> WHAT YOU ARE ASKED TO DO: Copy all of the data that follows without altering a word.

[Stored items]
****************

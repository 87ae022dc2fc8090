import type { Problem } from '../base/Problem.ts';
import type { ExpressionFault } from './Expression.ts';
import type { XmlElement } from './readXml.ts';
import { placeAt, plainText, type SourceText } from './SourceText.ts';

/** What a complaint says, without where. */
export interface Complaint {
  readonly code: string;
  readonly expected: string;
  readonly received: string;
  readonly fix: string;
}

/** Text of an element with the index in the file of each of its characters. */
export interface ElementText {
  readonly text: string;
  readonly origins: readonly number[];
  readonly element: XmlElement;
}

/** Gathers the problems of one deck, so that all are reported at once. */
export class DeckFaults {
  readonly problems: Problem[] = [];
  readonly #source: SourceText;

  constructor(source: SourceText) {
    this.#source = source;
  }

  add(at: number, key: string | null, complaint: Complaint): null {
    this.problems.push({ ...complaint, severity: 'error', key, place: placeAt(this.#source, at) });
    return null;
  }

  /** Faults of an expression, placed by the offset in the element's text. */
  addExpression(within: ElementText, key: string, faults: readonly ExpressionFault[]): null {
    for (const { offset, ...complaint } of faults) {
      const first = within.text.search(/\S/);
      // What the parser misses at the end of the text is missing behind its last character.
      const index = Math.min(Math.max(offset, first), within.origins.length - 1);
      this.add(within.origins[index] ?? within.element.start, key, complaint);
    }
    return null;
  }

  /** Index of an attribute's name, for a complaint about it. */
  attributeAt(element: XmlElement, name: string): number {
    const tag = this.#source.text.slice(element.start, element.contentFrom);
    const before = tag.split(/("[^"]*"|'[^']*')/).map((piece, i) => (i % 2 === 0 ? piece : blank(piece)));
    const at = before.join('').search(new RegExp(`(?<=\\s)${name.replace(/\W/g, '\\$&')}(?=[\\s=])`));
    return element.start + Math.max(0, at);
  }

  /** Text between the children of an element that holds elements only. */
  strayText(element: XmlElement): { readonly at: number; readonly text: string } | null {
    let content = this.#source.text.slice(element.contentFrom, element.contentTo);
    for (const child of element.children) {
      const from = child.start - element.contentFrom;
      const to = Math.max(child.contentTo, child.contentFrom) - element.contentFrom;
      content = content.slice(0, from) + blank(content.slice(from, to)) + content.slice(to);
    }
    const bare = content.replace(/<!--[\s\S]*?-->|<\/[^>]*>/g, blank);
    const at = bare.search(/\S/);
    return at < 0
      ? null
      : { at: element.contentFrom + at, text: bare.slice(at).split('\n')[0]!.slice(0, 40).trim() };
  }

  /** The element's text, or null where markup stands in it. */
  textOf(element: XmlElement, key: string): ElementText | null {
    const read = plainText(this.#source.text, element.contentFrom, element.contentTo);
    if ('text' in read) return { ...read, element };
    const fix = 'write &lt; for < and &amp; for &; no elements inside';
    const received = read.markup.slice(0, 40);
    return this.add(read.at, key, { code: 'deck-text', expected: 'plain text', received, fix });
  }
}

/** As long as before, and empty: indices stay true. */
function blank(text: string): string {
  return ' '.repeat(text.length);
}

****************

> COMPLETED TASK:
repository 87ae022dc2fc8090
import type { Problem } from '../base/Problem.ts';
import type { ExpressionFault } from './Expression.ts';
import type { XmlElement } from './readXml.ts';
import { placeAt, plainText, type SourceText } from './SourceText.ts';

/** What a complaint says, without where. */
export interface Complaint {
  readonly code: string;
  readonly expected: string;
  readonly received: string;
  readonly fix: string;
}

/** Text of an element with the index in the file of each of its characters. */
export interface ElementText {
  readonly text: string;
  readonly origins: readonly number[];
  readonly element: XmlElement;
}

/** Gathers the problems of one deck, so that all are reported at once. */
export class DeckFaults {
  readonly problems: Problem[] = [];
  readonly #source: SourceText;

  constructor(source: SourceText) {
    this.#source = source;
  }

  add(at: number, key: string | null, complaint: Complaint): null {
    this.problems.push({ ...complaint, severity: 'error', key, place: placeAt(this.#source, at) });
    return null;
  }

  /** Faults of an expression, placed by the offset in the element's text. */
  addExpression(within: ElementText, key: string, faults: readonly ExpressionFault[]): null {
    for (const { offset, ...complaint } of faults) {
      const first = within.text.search(/\S/);
      // What the parser misses at the end of the text is missing behind its last character.
      const index = Math.min(Math.max(offset, first), within.origins.length - 1);
      this.add(within.origins[index] ?? within.element.start, key, complaint);
    }
    return null;
  }

  /** Index of an attribute's name, for a complaint about it. */
  attributeAt(element: XmlElement, name: string): number {
    const tag = this.#source.text.slice(element.start, element.contentFrom);
    const before = tag.split(/("[^"]*"|'[^']*')/).map((piece, i) => (i % 2 === 0 ? piece : blank(piece)));
    const at = before.join('').search(new RegExp(`(?<=\\s)${name.replace(/\W/g, '\\$&')}(?=[\\s=])`));
    return element.start + Math.max(0, at);
  }

  /** Text between the children of an element that holds elements only. */
  strayText(element: XmlElement): { readonly at: number; readonly text: string } | null {
    let content = this.#source.text.slice(element.contentFrom, element.contentTo);
    for (const child of element.children) {
      const from = child.start - element.contentFrom;
      const to = Math.max(child.contentTo, child.contentFrom) - element.contentFrom;
      content = content.slice(0, from) + blank(content.slice(from, to)) + content.slice(to);
    }
    const bare = content.replace(/<!--[\s\S]*?-->|<\/[^>]*>/g, blank);
    const at = bare.search(/\S/);
    return at < 0
      ? null
      : { at: element.contentFrom + at, text: bare.slice(at).split('\n')[0]!.slice(0, 40).trim() };
  }

  /** The element's text, or null where markup stands in it. */
  textOf(element: XmlElement, key: string): ElementText | null {
    const read = plainText(this.#source.text, element.contentFrom, element.contentTo);
    if ('text' in read) return { ...read, element };
    const fix = 'write &lt; for < and &amp; for &; no elements inside';
    const received = read.markup.slice(0, 40);
    return this.add(read.at, key, { code: 'deck-text', expected: 'plain text', received, fix });
  }
}

/** As long as before, and empty: indices stay true. */
function blank(text: string): string {
  return ' '.repeat(text.length);
}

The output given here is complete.